The entries below contain a line with "filename src/TrimFit.Core/Logs/ColumnSpans.cs" and a line with "for it elsewhere.</param>". Quote exactly those two lines and all lines between them.

═══ The input

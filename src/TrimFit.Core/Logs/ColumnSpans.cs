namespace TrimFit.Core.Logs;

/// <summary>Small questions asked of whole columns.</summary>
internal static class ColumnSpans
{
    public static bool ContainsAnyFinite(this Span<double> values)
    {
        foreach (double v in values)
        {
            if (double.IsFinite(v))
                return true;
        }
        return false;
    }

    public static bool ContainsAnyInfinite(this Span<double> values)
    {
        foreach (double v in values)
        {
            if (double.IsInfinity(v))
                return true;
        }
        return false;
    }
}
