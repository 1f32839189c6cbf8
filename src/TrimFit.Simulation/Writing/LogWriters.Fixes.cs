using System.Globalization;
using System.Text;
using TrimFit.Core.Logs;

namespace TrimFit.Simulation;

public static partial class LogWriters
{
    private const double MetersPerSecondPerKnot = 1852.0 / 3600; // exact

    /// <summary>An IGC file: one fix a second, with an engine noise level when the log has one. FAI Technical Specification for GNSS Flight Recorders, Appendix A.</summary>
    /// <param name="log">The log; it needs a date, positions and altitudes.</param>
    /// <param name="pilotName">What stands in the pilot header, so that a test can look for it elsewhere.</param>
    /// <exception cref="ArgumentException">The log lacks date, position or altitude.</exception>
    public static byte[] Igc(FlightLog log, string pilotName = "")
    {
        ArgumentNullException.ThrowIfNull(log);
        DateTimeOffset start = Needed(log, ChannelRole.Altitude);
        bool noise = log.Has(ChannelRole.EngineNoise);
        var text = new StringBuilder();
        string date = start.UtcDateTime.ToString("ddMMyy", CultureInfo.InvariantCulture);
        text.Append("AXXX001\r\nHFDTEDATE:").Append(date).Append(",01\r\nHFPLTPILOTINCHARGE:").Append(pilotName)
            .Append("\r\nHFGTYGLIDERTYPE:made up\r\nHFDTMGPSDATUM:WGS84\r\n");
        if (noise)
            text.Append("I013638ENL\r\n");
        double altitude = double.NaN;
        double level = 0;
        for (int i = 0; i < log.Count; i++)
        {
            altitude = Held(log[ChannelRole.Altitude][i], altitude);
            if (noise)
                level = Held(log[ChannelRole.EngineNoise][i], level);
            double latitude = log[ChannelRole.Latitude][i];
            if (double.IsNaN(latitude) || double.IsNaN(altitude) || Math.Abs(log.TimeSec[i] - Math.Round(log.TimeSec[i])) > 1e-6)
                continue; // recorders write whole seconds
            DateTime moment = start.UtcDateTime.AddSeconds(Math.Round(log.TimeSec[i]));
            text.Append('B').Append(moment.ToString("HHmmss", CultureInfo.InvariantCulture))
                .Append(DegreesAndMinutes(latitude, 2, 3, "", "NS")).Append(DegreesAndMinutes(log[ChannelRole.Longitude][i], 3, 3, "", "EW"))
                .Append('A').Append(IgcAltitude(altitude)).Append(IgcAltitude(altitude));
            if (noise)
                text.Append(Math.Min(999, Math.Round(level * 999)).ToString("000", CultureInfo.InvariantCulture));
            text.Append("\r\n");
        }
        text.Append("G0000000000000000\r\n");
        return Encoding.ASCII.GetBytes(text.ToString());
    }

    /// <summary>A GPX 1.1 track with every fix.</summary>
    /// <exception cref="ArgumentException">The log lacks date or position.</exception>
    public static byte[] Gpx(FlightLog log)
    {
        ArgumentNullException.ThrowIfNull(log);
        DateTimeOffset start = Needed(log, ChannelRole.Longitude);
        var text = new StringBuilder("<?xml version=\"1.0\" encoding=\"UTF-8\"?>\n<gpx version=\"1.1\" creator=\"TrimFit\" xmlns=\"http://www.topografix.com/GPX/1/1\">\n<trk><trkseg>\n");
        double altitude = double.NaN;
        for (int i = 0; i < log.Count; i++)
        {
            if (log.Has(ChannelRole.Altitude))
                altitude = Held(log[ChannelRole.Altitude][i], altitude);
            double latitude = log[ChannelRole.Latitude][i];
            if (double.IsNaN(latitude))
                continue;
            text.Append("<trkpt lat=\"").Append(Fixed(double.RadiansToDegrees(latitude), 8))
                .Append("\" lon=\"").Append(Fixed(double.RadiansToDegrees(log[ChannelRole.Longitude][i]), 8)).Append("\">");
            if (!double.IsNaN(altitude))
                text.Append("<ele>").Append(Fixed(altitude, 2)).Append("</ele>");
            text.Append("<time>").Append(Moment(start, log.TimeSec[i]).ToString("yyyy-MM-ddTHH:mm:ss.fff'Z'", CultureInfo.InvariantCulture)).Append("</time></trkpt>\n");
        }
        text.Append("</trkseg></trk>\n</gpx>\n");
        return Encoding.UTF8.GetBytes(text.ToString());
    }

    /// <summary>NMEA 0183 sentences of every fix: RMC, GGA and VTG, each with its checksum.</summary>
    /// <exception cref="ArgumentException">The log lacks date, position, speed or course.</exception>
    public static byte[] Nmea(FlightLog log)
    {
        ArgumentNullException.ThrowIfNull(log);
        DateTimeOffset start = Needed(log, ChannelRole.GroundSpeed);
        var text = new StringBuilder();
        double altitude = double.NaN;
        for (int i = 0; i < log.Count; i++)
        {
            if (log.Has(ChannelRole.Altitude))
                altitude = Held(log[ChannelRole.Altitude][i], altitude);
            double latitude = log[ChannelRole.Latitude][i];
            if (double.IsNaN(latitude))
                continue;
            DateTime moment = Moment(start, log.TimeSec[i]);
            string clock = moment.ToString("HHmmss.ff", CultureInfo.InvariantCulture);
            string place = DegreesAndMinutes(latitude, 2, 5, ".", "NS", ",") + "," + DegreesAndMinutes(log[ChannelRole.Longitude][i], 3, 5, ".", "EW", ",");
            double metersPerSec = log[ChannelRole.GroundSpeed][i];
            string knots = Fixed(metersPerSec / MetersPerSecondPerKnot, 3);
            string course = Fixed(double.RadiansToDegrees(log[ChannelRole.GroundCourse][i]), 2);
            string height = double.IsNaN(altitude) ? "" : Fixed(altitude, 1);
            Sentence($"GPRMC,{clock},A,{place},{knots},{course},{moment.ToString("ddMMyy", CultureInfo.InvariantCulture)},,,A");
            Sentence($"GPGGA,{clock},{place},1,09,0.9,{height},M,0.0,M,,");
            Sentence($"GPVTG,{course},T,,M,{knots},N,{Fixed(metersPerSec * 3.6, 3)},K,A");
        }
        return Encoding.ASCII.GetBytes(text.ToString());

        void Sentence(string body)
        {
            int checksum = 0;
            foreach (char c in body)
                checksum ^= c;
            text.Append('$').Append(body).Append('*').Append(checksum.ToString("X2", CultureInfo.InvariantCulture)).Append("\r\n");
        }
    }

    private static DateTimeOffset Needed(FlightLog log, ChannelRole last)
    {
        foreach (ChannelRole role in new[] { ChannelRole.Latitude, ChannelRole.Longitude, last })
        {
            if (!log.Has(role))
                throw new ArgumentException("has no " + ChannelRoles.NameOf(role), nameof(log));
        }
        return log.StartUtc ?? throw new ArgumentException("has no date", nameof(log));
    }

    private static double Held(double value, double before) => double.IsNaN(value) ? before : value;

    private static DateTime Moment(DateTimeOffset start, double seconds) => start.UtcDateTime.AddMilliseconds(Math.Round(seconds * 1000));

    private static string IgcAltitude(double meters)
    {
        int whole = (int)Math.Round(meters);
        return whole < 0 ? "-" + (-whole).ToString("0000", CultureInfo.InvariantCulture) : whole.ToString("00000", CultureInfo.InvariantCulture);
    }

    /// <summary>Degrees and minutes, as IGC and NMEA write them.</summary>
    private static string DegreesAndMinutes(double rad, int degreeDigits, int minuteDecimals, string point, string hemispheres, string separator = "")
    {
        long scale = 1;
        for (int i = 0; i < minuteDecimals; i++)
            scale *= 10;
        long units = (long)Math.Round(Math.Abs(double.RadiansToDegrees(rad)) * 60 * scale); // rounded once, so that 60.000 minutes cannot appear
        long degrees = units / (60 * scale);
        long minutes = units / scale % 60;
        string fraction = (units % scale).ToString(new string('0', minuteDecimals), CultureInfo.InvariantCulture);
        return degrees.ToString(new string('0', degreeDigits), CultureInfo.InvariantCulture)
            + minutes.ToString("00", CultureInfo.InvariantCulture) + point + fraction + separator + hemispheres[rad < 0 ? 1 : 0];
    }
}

══════
═══ The input

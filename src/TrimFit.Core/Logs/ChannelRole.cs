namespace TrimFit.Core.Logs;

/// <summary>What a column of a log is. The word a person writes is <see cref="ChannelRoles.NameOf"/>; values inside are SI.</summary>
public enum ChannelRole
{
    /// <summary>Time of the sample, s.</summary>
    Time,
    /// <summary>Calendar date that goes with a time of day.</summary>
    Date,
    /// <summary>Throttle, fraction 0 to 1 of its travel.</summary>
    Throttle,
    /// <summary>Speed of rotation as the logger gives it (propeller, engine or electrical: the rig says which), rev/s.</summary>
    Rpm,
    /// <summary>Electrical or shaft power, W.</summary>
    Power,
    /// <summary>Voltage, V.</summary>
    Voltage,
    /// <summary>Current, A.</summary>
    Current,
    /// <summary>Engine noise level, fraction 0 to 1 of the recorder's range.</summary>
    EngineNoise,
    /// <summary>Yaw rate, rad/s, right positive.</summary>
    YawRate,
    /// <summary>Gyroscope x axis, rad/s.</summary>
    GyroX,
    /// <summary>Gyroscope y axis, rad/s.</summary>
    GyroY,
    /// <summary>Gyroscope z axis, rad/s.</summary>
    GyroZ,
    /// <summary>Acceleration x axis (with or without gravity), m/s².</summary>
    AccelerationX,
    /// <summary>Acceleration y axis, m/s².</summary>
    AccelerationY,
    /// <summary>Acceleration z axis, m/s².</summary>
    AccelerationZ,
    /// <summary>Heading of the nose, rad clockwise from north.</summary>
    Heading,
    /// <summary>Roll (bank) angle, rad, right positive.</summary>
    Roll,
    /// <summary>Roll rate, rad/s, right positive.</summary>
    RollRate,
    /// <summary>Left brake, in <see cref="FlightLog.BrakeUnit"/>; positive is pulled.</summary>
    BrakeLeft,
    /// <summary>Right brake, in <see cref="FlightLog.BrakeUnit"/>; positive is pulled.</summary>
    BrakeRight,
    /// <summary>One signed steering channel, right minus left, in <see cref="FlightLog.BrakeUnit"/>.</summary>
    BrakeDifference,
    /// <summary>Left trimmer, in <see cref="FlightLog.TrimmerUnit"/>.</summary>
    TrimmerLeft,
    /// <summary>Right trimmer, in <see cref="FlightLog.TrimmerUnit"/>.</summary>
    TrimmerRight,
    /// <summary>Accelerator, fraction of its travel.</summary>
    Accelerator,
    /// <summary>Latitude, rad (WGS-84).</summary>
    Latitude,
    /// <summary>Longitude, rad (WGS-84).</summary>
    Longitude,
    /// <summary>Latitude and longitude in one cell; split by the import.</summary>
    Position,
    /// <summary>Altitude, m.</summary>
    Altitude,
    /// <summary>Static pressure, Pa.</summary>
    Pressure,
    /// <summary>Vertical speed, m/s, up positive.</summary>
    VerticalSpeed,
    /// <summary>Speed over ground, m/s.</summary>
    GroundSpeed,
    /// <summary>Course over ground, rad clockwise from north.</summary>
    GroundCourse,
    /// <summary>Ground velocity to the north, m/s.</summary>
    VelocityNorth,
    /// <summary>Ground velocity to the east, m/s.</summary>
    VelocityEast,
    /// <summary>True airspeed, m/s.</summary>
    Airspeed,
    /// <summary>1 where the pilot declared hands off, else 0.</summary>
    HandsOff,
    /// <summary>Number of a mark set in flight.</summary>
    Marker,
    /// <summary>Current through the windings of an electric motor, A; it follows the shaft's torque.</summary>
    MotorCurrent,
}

══════
═══ The input

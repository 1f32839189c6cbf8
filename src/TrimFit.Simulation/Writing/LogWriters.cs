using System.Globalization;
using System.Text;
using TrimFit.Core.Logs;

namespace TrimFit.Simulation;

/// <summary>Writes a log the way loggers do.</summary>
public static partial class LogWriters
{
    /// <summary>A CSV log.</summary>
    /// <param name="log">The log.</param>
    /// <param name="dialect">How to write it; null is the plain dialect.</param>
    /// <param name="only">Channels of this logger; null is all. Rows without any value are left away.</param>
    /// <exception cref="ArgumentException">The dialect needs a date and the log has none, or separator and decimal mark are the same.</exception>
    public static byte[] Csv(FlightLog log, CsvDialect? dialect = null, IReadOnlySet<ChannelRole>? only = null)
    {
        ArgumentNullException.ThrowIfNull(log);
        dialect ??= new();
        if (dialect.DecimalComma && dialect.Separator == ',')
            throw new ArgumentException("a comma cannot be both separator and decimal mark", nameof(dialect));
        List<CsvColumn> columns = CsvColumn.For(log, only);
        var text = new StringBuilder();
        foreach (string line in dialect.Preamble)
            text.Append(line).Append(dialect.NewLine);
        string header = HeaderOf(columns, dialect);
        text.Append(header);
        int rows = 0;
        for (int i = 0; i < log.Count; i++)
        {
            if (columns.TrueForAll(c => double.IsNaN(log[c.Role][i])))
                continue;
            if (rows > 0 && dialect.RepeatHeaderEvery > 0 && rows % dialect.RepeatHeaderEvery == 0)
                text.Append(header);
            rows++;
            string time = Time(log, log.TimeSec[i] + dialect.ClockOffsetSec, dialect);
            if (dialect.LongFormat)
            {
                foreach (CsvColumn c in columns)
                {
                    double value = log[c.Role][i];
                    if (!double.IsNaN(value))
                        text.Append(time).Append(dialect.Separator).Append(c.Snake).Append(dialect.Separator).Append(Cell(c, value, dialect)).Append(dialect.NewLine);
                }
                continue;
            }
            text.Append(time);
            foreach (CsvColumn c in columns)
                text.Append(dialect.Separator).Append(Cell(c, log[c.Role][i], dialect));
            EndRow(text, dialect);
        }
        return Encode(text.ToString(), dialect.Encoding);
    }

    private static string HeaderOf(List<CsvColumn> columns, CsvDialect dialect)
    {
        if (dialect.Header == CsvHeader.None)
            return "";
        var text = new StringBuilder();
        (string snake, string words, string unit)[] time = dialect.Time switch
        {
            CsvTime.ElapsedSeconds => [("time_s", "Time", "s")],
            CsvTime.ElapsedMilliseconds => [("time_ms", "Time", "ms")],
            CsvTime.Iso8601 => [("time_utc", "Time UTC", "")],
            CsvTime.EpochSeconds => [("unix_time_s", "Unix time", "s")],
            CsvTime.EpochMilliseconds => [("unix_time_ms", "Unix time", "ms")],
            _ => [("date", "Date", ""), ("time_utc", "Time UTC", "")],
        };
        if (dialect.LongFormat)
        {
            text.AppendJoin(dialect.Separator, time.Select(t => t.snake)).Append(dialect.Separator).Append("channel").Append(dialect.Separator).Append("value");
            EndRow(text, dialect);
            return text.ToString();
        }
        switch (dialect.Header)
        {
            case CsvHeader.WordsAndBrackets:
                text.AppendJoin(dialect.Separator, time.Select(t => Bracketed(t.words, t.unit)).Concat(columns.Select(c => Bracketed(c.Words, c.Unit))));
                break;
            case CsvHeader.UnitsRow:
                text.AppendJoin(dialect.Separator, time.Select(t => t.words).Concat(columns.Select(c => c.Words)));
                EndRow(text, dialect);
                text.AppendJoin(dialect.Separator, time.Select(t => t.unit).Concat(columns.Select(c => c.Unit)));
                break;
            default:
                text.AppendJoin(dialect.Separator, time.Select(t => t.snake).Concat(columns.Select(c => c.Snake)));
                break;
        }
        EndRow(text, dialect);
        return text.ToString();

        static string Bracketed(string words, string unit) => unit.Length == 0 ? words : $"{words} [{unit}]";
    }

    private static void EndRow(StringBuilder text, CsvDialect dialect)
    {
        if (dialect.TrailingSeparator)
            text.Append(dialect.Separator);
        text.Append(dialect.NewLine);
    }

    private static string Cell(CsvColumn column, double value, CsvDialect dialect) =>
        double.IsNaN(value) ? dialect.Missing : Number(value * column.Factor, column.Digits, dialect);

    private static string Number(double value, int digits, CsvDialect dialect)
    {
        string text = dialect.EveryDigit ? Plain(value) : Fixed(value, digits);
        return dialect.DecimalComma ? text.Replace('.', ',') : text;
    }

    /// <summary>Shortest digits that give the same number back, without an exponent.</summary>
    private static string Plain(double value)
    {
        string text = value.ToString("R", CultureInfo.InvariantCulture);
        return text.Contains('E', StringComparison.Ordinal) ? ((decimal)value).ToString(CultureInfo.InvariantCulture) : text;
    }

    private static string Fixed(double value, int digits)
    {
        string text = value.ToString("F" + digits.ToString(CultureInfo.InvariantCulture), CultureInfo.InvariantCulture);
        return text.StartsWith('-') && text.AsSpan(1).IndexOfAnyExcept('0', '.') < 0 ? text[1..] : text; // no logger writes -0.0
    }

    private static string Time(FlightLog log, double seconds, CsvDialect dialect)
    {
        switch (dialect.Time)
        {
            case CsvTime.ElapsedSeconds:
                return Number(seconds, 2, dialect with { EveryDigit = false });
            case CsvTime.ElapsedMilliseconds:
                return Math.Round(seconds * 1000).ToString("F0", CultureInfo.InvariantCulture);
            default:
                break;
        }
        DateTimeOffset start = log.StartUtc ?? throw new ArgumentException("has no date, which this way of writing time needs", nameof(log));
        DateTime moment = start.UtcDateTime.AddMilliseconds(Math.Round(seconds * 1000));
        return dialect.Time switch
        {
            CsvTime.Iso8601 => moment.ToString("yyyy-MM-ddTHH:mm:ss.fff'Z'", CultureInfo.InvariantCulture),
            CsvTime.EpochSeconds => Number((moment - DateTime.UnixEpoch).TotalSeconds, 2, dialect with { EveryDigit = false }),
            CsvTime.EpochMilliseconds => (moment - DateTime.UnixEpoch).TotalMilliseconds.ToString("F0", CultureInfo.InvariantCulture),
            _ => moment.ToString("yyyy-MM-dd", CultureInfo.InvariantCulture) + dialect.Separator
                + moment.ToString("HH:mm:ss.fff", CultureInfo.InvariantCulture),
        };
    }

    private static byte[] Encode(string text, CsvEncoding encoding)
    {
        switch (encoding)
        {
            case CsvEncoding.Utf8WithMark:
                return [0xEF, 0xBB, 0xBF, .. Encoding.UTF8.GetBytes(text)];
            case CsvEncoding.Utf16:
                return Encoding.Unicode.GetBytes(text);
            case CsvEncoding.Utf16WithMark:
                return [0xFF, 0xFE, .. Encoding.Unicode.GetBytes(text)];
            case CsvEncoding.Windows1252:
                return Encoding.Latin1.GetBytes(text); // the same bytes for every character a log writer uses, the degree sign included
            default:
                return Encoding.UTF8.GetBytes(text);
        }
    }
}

══════

#### Result
filename src/TrimFit.Core/Logs/ColumnSpans.cs
namespace TrimFit.Core.Logs;

/// <summary>Small questions asked of whole columns.</summary>
internal static class ColumnSpans
{
    public static bool ContainsAnyFinite(this Span<double> values)
    {
        foreach (double v in values)
        {
            if (double.IsFinite(v))
                return true;
        }
        return false;
    }

    public static bool ContainsAnyInfinite(this Span<double> values)
    {
        foreach (double v in values)
        {
            if (double.IsInfinity(v))
                return true;
        }
        return false;
    }
}
repository 1f32839189c6cbf8
filename src/TrimFit.Simulation/Writing/LogWriters.Fixes.cs
using System.Globalization;
using System.Text;
using TrimFit.Core.Logs;

namespace TrimFit.Simulation;

public static partial class LogWriters
{
    private const double MetersPerSecondPerKnot = 1852.0 / 3600; // exact

    /// <summary>An IGC file: one fix a second, with an engine noise level when the log has one. FAI Technical Specification for GNSS Flight Recorders, Appendix A.</summary>
    /// <param name="log">The log; it needs a date, positions and altitudes.</param>
    /// <param name="pilotName">What stands in the pilot header, so that a test can look for it elsewhere.</param>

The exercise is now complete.